# How many soaps you produce daily?



## manganel (Jun 7, 2011)

I'm wondering... how many bars of soaps you produce daily or how many you sell monthly?
And how big is your market? (For those who sell on site, not on the internet)


----------



## Davika (Jun 15, 2012)

I make soap whenever i have time, so that rarely is daily or even weekly. I get in big "soap moods" where I'll do nothing but make soap all weekend, then get to busy and not do anything for a month.
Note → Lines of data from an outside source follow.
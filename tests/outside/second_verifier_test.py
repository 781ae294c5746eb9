#!/usr/bin/python3
"""The second verifier's own group against RFC 9496: multiples of the generator, encodings to refuse, the one-way map (the
values that the C library is held to as well, tests/vectors/rfc9496.h); and the table of bundle and entries in the docs."""
import os
import re
import sys

here = os.path.dirname(os.path.abspath(__file__))
sys.path.insert(0, os.path.join(here, 'second_verifier'))
import bundle
import ledger
import ristretto

vectors = open(os.path.join(here, '..', 'vectors', 'rfc9496.h')).read()
protocol = os.path.join(here, '..', '..', 'docs', 'protocol.md')
failed = count = 0


def ok(good, text):
    global failed, count
    count += 1
    failed += not good
    print('ok' if good else 'not ok', count, text)


def part(name):
    return re.search(r'%s\[\] = \{(.*?)\n\};' % name, vectors, re.S).group(1)


def refused(b):
    try:
        ristretto.decode(b)
        return False
    except ristretto.Refused:
        return True


multiples = [bytes.fromhex(x) for x in re.findall('"([0-9a-f]{64})"', part('multiples'))]
base = ristretto.decode(multiples[1])
ok(len(multiples) == 16 and all(ristretto.encode(ristretto.BASE.times(i)) == m for i, m in enumerate(multiples)),
   'multiples of the generator from the table')
ok(all(ristretto.encode(ristretto.combine([(i, base)])) == m for i, m in enumerate(multiples)), 'and by doubling')
ok(all(ristretto.encode(ristretto.combine([(2, ristretto.decode(m)), (ristretto.ORDER - 1, base)])) ==
       ristretto.encode(ristretto.BASE.times(2 * i - 1)) for i, m in enumerate(multiples) if i > 0), 'sums of two products')
bad = [bytes.fromhex(x) for x in re.findall('"([0-9a-f]{64})"', part('invalid'))]
ok(len(bad) == 29 and all(map(refused, bad)) and refused(multiples[0]), '29 bad encodings and the identity are refused')
derived = re.findall(r'\{"([0-9a-f]{64})"\s*"([0-9a-f]{64})",\s*"([0-9a-f]{64})"\}', vectors)
ok(len(derived) == 11 and all(ristretto.encode(ristretto.from_hash(bytes.fromhex(a + b))).hex() == c for a, b, c in derived),
   'the one-way map')
ok(len(bundle.schema_of(protocol)) == len(bundle.QUERIES), 'the docs print the tables that are read')
types = ledger.EntryTypes(protocol).types
ok(len(types) > 50 and all(ledger.roles_of(t['by']) is None or ledger.roles_of(t['by']) for t in types.values()),
   'the docs say of every entry type who may author it (%d types)' % len(types))
sys.exit(failed > 0)
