/* The sentences a review board reads first. Each is built from the document alone and claims no more than it holds. */
#include <math.h>
#include <stdio.h>
#include <string.h>

#include "client/report/facts.h"
#include "server/base/alloc.h"
#include "server/base/text.h"

static void say(json_t *list, const char *heading, char *sentence)
{
	json_t *pair = json_array();
	json_array_append_new(pair, json_string(heading));
	json_array_append_new(pair, json_string(sentence));
	json_array_append_new(list, pair);
	qb_free(sentence);
}

static const char *plural(double n, const char *one, const char *many)
{
	return n >= 1 && n < 2 ? one : many;
}

static void say_found(json_t *list, const json_t *doc)
{
	char percent[FACT], range[FACT];
	const double live = facts_number(doc, "comparison.union.live"),
	             found = facts_number(doc, "comparison.union.found");
	if (!(live > 0)) {
		say(list, "Found",
		    text_printf("No drill was played and verified, so no efficiency can be stated. Claims that "
		                "match no drill are still listed below."));
		return;
	}
	say(list, "Found",
	    text_printf(
	        "%.0f of %.0f verified live %s found by at least one pipeline: %s, and with %.0f %% confidence the "
	        "true efficiency for drills like these lies within %s.",
	        found, live, plural(live, "drill was", "drills were"),
	        facts_percent(percent, facts_number(doc, "comparison.union.estimate")),
	        100 * facts_number(doc, "settings_used.confidence"),
	        facts_range(range, facts_at(doc, "comparison.union.clopper_pearson"))));
}

static void say_missed(json_t *list, const json_t *doc)
{
	json_t *missed = facts_missed(doc);
	const size_t n = json_array_size(missed);
	const json_t *loudest = json_array_get(missed, 0);
	const double snr = facts_number(loudest, "network_snr");
	const char *were = plural((double)n, "drill was", "drills were");
	char text[FACT];
	if (n == 0 && facts_number(doc, "comparison.union.live") > 0)
		say(list, "Missed", text_printf("No live drill was missed by every pipeline."));
	else if (n > 0 && isfinite(snr))
		say(list, "Missed",
		    text_printf("%zu live %s found by nobody; the loudest of them, %s, had a network signal-to-noise "
		                "ratio of %s.",
		                n, were, facts_text(loudest, "slot_id"), facts_significant(text, snr, 3)));
	else if (n > 0)
		say(list, "Missed", text_printf("%zu live %s found by nobody.", n, were));
	json_decref(missed);
}

static void say_unexplained(json_t *list, const json_t *doc)
{
	const size_t claims = json_array_size(facts_at(doc, "unexplained"));
	const size_t together = json_array_size(facts_at(doc, "unexplained_groups.all_pipelines_times_gps"));
	const bool several = facts_pipeline(doc, 1) != NULL;
	if (claims == 0) {
		say(list, "Unexplained", text_printf("Every claim that counts matches a drill."));
		return;
	}
	if (!several || together == 0) {
		say(list, "Unexplained",
		    text_printf("%zu %s no drill%s. They are not called false: any of them may be real.", claims,
		                plural((double)claims, "claim matches", "claims match"),
		                several ? ", and no time was claimed by every pipeline" : ""));
		return;
	}
	say(list, "Unexplained",
	    text_printf("%zu %s no drill. At %zu %s every pipeline made such a claim: look at %s first, since a real "
	                "signal would look like this.",
	                claims, plural((double)claims, "claim matches", "claims match"), together,
	                plural((double)together, "time", "times"), plural((double)together, "it", "these")));
}

static void say_accident(json_t *list, const json_t *doc)
{
	char p[FACT], change[FACT];
	const double chance = facts_number(doc, "comparison.union_accidental_probability");
	const double plain = facts_number(doc, "comparison.union.estimate");
	if (!isfinite(chance) || !isfinite(plain))
		return;
	const double corrected = facts_element(doc, "comparison.union.corrected", 0);
	say(list, "By accident",
	    text_printf("The chance that a drill is matched by an unrelated claim of some pipeline is %s. Taking such "
	                "matches out "
	                "lowers the efficiency by %s percentage points.",
	                facts_percent(p, chance), facts_significant(change, 100 * (plain - corrected), 2)));
}

static void say_nulls(json_t *list, const json_t *doc)
{
	double near = 0, expected = 0, least = 1, nulls = 0;
	const char *name, *worst = "";
	char p[FACT], e[FACT];
	for (size_t i = 0; (name = facts_pipeline(doc, i)) != NULL; i++) {
		const json_t *t = facts_at(facts_pipeline_block(doc, name), "null_slot_test");
		nulls = facts_number(t, "null_slots");
		near += facts_number(t, "near_null_claims");
		expected += facts_number(t, "expected");
		if (facts_number(t, "p_too_many") <= least) {
			least = facts_number(t, "p_too_many");
			worst = name;
		}
	}
	if (!(nulls > 0))
		return;
	if (near <= 0)
		say(list, "Null slots",
		    text_printf(
		        "No unexplained claim lies near any of the %.0f null slots: nothing here suggests that the "
		        "silent drives disturbed the instrument or that anybody knew the schedule.",
		        nulls));
	else
		say(list, "Null slots",
		    text_printf(
		        "%.0f unexplained %s near a null slot, where chance alone would give %s. The smallest "
		        "probability of so many is %s (%s); a small one means that the silent drive disturbed the "
		        "instrument, or that somebody knew.",
		        near, plural(near, "claim lies", "claims lie"), facts_significant(e, expected, 2),
		        facts_p_value(p, least), worst));
}

static void say_aside(json_t *list, const json_t *doc)
{
	const double played = facts_number(doc, "comparison.union_intention_to_treat.played");
	const double matched = facts_number(doc, "comparison.union_intention_to_treat.matched_any_played");
	const double aside = played - facts_number(doc, "comparison.union.live");
	char low[FACT], high[FACT];
	if (!(aside > 0))
		return;
	say(list, "Set aside",
	    text_printf("%.0f more %s played but failed in delivery or %s aborted, and %s not in the numbers above. Of "
	                "all %.0f "
	                "played drills %s were found if none of those counts as found, and %s if those that were "
	                "claimed count.",
	                aside, plural(aside, "drill was", "drills were"), plural(aside, "was", "were"),
	                plural(aside, "is", "are"), played,
	                facts_percent(low, facts_number(doc, "comparison.union_intention_to_treat.estimate")),
	                facts_percent(high, matched / played)));
}

static void say_answers(json_t *list, const json_t *doc)
{
	size_t i;
	json_t *q;
	json_array_foreach((json_t *)(uintptr_t)facts_at(doc, "questions"), i, q)
	{
		const char *a = facts_text(q, "answer"), *who = facts_text(q, "pipeline");
		char range[FACT];
		say(list, "Asked in the plan",
		    text_printf(
		        "Does %s find at least %.4g %% of drills at network signal-to-noise ratio %.4g? %s; the data "
		        "bound the efficiency there to %s.",
		        strcmp(who, "any") == 0 ? "at least one pipeline" : who, 100 * facts_number(q, "at_least"),
		        facts_number(q, "efficiency_at_network_snr"),
		        strcmp(a, "yes") == 0  ? "Yes"
		        : strcmp(a, "no") == 0 ? "No"
		                               : "Not shown either way",
		        facts_range(range, facts_at(q, "interval"))));
	}
}

json_t *facts_summary(const json_t *doc)
{
	json_t *list = json_array();
	say_unexplained(list, doc);
	say_found(list, doc);
	say_missed(list, doc);
	say_answers(list, doc);
	say_aside(list, doc);
	say_accident(list, doc);
	say_nulls(list, doc);
	return list;
}

json_t *facts_limits(const json_t *doc)
{
	json_t *list = json_array();
	const char *const lines[] = {
	    "Efficiencies hold for drills like those played. They say nothing about sources of another kind or "
	    "loudness.",
	    "A match is a match in time. It does not show that the parameters were recognised; compare the residuals.",
	    "Clopper-Pearson intervals are guaranteed to cover at the stated confidence; Wilson intervals do so on "
	    "average.",
	    "Not computed in this document: fitted efficiency curves, sensitive time-volume, calibration of stated "
	    "false-alarm "
	    "rates, sky maps, latency, delivery checks and the guess market.",
	};
	for (size_t i = 0; i < sizeof lines / sizeof lines[0]; i++)
		json_array_append_new(list, json_string(lines[i]));
	size_t i;
	json_t *key;
	json_array_foreach((json_t *)(uintptr_t)facts_at(doc, "settings_used.not_understood"), i, key)
	{
		char *line =
		    text_printf("The setting %s was not understood and had no effect.", json_string_value(key));
		json_array_append_new(list, json_string(line));
		qb_free(line);
	}
	return list;
}
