/* Look-ups and number formats of the report. */
#include "client/report/facts.h"

#include <math.h>
#include <stdio.h>
#include <stdlib.h>
#include <string.h>

#include "server/base/alloc.h"
#include "server/base/clock.h"

const json_t *facts_at(const json_t *doc, const char *path)
{
	while (doc != NULL && *path != '\0') {
		char key[80];
		const size_t n = strcspn(path, ".");
		if (n >= sizeof key)
			return NULL;
		memcpy(key, path, n);
		key[n] = '\0';
		doc = json_object_get(doc, key);
		path += path[n] == '.' ? n + 1 : n;
	}
	return doc;
}

double facts_number(const json_t *doc, const char *path)
{
	const json_t *v = facts_at(doc, path);
	return json_is_number(v) ? json_number_value(v) : NAN;
}

const char *facts_text(const json_t *doc, const char *path)
{
	const char *s = json_string_value(facts_at(doc, path));
	return s != NULL ? s : "";
}

double facts_element(const json_t *doc, const char *path, size_t i)
{
	const json_t *v = json_array_get(facts_at(doc, path), i);
	return json_is_number(v) ? json_number_value(v) : NAN;
}

const char *facts_pipeline(const json_t *doc, size_t i)
{
	return json_string_value(json_array_get(facts_at(doc, "comparison.pipelines"), i));
}

const json_t *facts_pipeline_block(const json_t *doc, const char *name)
{
	return json_object_get(json_object_get(doc, "pipelines"), name);
}

struct loud {
	double snr;
	size_t place;
};

static int loudest_first(const void *a, const void *b)
{
	const struct loud *x = a, *y = b;
	if (x->snr > y->snr || x->snr < y->snr)
		return x->snr > y->snr ? -1 : 1;
	return (x->place > y->place) - (x->place < y->place);
}

json_t *facts_missed(const json_t *doc)
{
	const json_t *list = facts_at(doc, "missed.by_all");
	const size_t n = json_array_size(list);
	struct loud *order = QB_NEW_ARRAY(struct loud, n);
	json_t *out = json_array();
	for (size_t i = 0; i < n; i++) {
		const double snr = facts_number(json_array_get(list, i), "network_snr");
		order[i] = (struct loud){isfinite(snr) ? snr : -1, i};
	}
	qsort(order, n, sizeof *order, loudest_first);
	for (size_t i = 0; i < n; i++)
		json_array_append(out, json_array_get(list, order[i].place));
	qb_free(order);
	return out;
}

static char *unknown(char out[static FACT])
{
	(void)snprintf(out, FACT, "\xe2\x80\x93");
	return out;
}

char *facts_percent(char out[static FACT], double fraction)
{
	if (!isfinite(fraction))
		return unknown(out);
	const double percent = 100 * fraction;
	(void)snprintf(out, FACT, percent > 0 && percent < 0.1 ? "%.2g %%" : "%.1f %%", percent);
	return out;
}

char *facts_range(char out[static FACT], const json_t *pair)
{
	const json_t *lo = json_array_get(pair, 0), *hi = json_array_get(pair, 1);
	if (!json_is_number(lo) || !json_is_number(hi))
		return unknown(out);
	(void)snprintf(out, FACT, "%.1f to %.1f %%", 100 * json_number_value(lo), 100 * json_number_value(hi));
	return out;
}

char *facts_significant(char out[static FACT], double x, int digits)
{
	if (!isfinite(x))
		return unknown(out);
	if (x >= 1e6 || (fabs(x) < 1e-5 && (x < 0 || x > 0))) {
		(void)snprintf(out, FACT, "%.*e", digits - 1, x);
		return out;
	}
	int decimals = digits - 1 - (fabs(x) > 0 ? (int)floor(log10(fabs(x))) : 0);
	(void)snprintf(out, FACT, "%.*f", decimals > 0 ? decimals : 0, x);
	return out;
}

char *facts_p_value(char out[static FACT], double p)
{
	if (!isfinite(p))
		return unknown(out);
	if (p < 0.0001)
		(void)snprintf(out, FACT, "< 0.0001");
	else
		(void)snprintf(out, FACT, p < 0.001 ? "%.4f" : p < 0.1 ? "%.3f" : "%.2f", p);
	return out;
}

char *facts_count(char out[static FACT], double n)
{
	if (!isfinite(n))
		return unknown(out);
	(void)snprintf(out, FACT, "%.0f", n);
	return out;
}

char *facts_plain(char out[static FACT], double x)
{
	if (!isfinite(x))
		return unknown(out);
	(void)snprintf(out, FACT, "%.6g", x);
	return out;
}

char *facts_utc(char out[static FACT], double gps)
{
	if (!(gps >= 0 && gps < 8e9))
		return unknown(out);
	(void)clock_utc_text((int64_t)(gps + 0.5) * NS_PER_S, out, FACT);
	char *t = strchr(out, 'T'), *z = strchr(out, 'Z');
	if (t != NULL && z != NULL) {
		*t = ' ';
		(void)snprintf(z, FACT - (size_t)(z - out), " UTC");
	}
	return out;
}

char *facts_duration(char out[static FACT], double seconds)
{
	if (!isfinite(seconds))
		return unknown(out);
	if (seconds >= 2 * 86400)
		(void)snprintf(out, FACT, "%.1f days", seconds / 86400);
	else if (seconds >= 7200)
		(void)snprintf(out, FACT, "%.1f hours", seconds / 3600);
	else
		(void)snprintf(out, FACT, "%.0f s", seconds);
	return out;
}
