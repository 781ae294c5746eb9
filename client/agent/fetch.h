/*
 * What the driver gets from the service for one slot: its wrapped recipe in advance, the slot's key at the last moment,
 * and out of both the drive. Apart from playing, so that everything secret is in one place.
 */
#ifndef QB_AGENT_FETCH_H
#define QB_AGENT_FETCH_H

#include "client/agent/drive.h"
#include "client/agent/driver.h"

/*
 * Fetches the wrapped recipes of slots from .. from + DRIVER_READY_AHEAD - 1 that it does not have yet. Fetching says
 * that the station is ready, so a station that does not observe fetches nothing.
 */
enum qb_status fetch_ahead(struct driver *d, int64_t from, struct qb_error *e) QB_MUST_USE;

/*
 * The slot key, the recipe and the drive, in one go.
 *
 * Returned: *out          owned by the caller
 * Errors:   QB_CONFLICT   the service does not release the key (now); QB_UNREACHABLE; both: nothing is decided
 *           others        the slot cannot be played; e is for the sealed report only, and for no log
 */
enum qb_status fetch_drive(struct driver *d, int64_t slot, struct drive *out, struct qb_error *e) QB_MUST_USE;

#endif
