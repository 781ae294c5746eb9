/*
 * Reading an audit document for its readers: lookups that bear missing members, numbers in words, and the sentences of
 * the summary, which the page and the text share so that they can never disagree.
 */
#ifndef QB_CLIENT_REPORT_FACTS_H
#define QB_CLIENT_REPORT_FACTS_H

#include <stdbool.h>

#include "server/base/buf.h"
#include "server/base/json.h"

/* Member by a dotted path ("comparison.union.estimate"), or NULL. */
const json_t *facts_at(const json_t *doc, const char *path);
/* The same as a number (NaN when absent), as text ("" when absent), and element i of an array of numbers. */
double facts_number(const json_t *doc, const char *path);
const char *facts_text(const json_t *doc, const char *path);
double facts_element(const json_t *doc, const char *path, size_t i);
/* Names of the pipelines in plan order; NULL past the end. */
const char *facts_pipeline(const json_t *doc, size_t i);
/* Block of a pipeline by name. */
const json_t *facts_pipeline_block(const json_t *doc, const char *name);

/* Live drills found by nobody, loudest first; array owned by the caller. */
json_t *facts_missed(const json_t *doc);

/* Into a caller's buffer of FACT bytes; they return it. A number that is not known is an en dash. */
#define FACT 96
char *facts_percent(char out[static FACT], double fraction);          /* "48.1 %" */
char *facts_range(char out[static FACT], const json_t *pair);         /* "28.7 to 68.1 %", of [lower, upper] */
char *facts_significant(char out[static FACT], double x, int digits); /* "12.7", "0.00013" */
char *facts_p_value(char out[static FACT], double p);                 /* "0.042", "< 0.0001" */
char *facts_count(char out[static FACT], double n);                   /* "27" */
char *facts_plain(char out[static FACT], double x);                   /* "0.5", "95": as it was set */
char *facts_utc(char out[static FACT], double gps);                   /* "2027-01-22 21:02:09 UTC" */
char *facts_duration(char out[static FACT], double seconds);          /* "8.7 days", "3.2 hours" */

/*
 * The plain-words summary.
 *
 * Returned: array of [heading, sentence] pairs, owned by the caller
 */
json_t *facts_summary(const json_t *doc);
/* What the document does not answer, as sentences; array of strings, owned by the caller. */
json_t *facts_limits(const json_t *doc);

#endif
I guess maybe i should keep better track and get myself in to more of a routine, but i never want soap making to feel like "work."


----------



## dandelion (Jun 22, 2012)

I am resigned to the fact I can ONLY make 7 lbs a day or 30 bars.  I've tried huge batches and they always end horribly.


----------



## maxxx39 (Jun 22, 2012)

Depending on how much base I melt between 4 and 12 bars is normal if I use 2 pounds 12 1 pound 4 bars.


----------



## Bigmoose (Jun 23, 2012)

It varies so much.  I have made as many as 180+ bars in  day and 3 gallons + of liquid soap on tht same day then it may be 3 weeks before I make anything more.

Bruce


----------



## Lindy (Jun 28, 2012)

I have enough moulds to make 6 batches of 20 soaps each, plus 1 slab mould for 25 bars.  There are points in the year when I do that many in a day and then do that for a few days to get ahead of the game but not often.  I am moving closer to having to do that again as I approach a wholesale gift show in September... :shock:


----------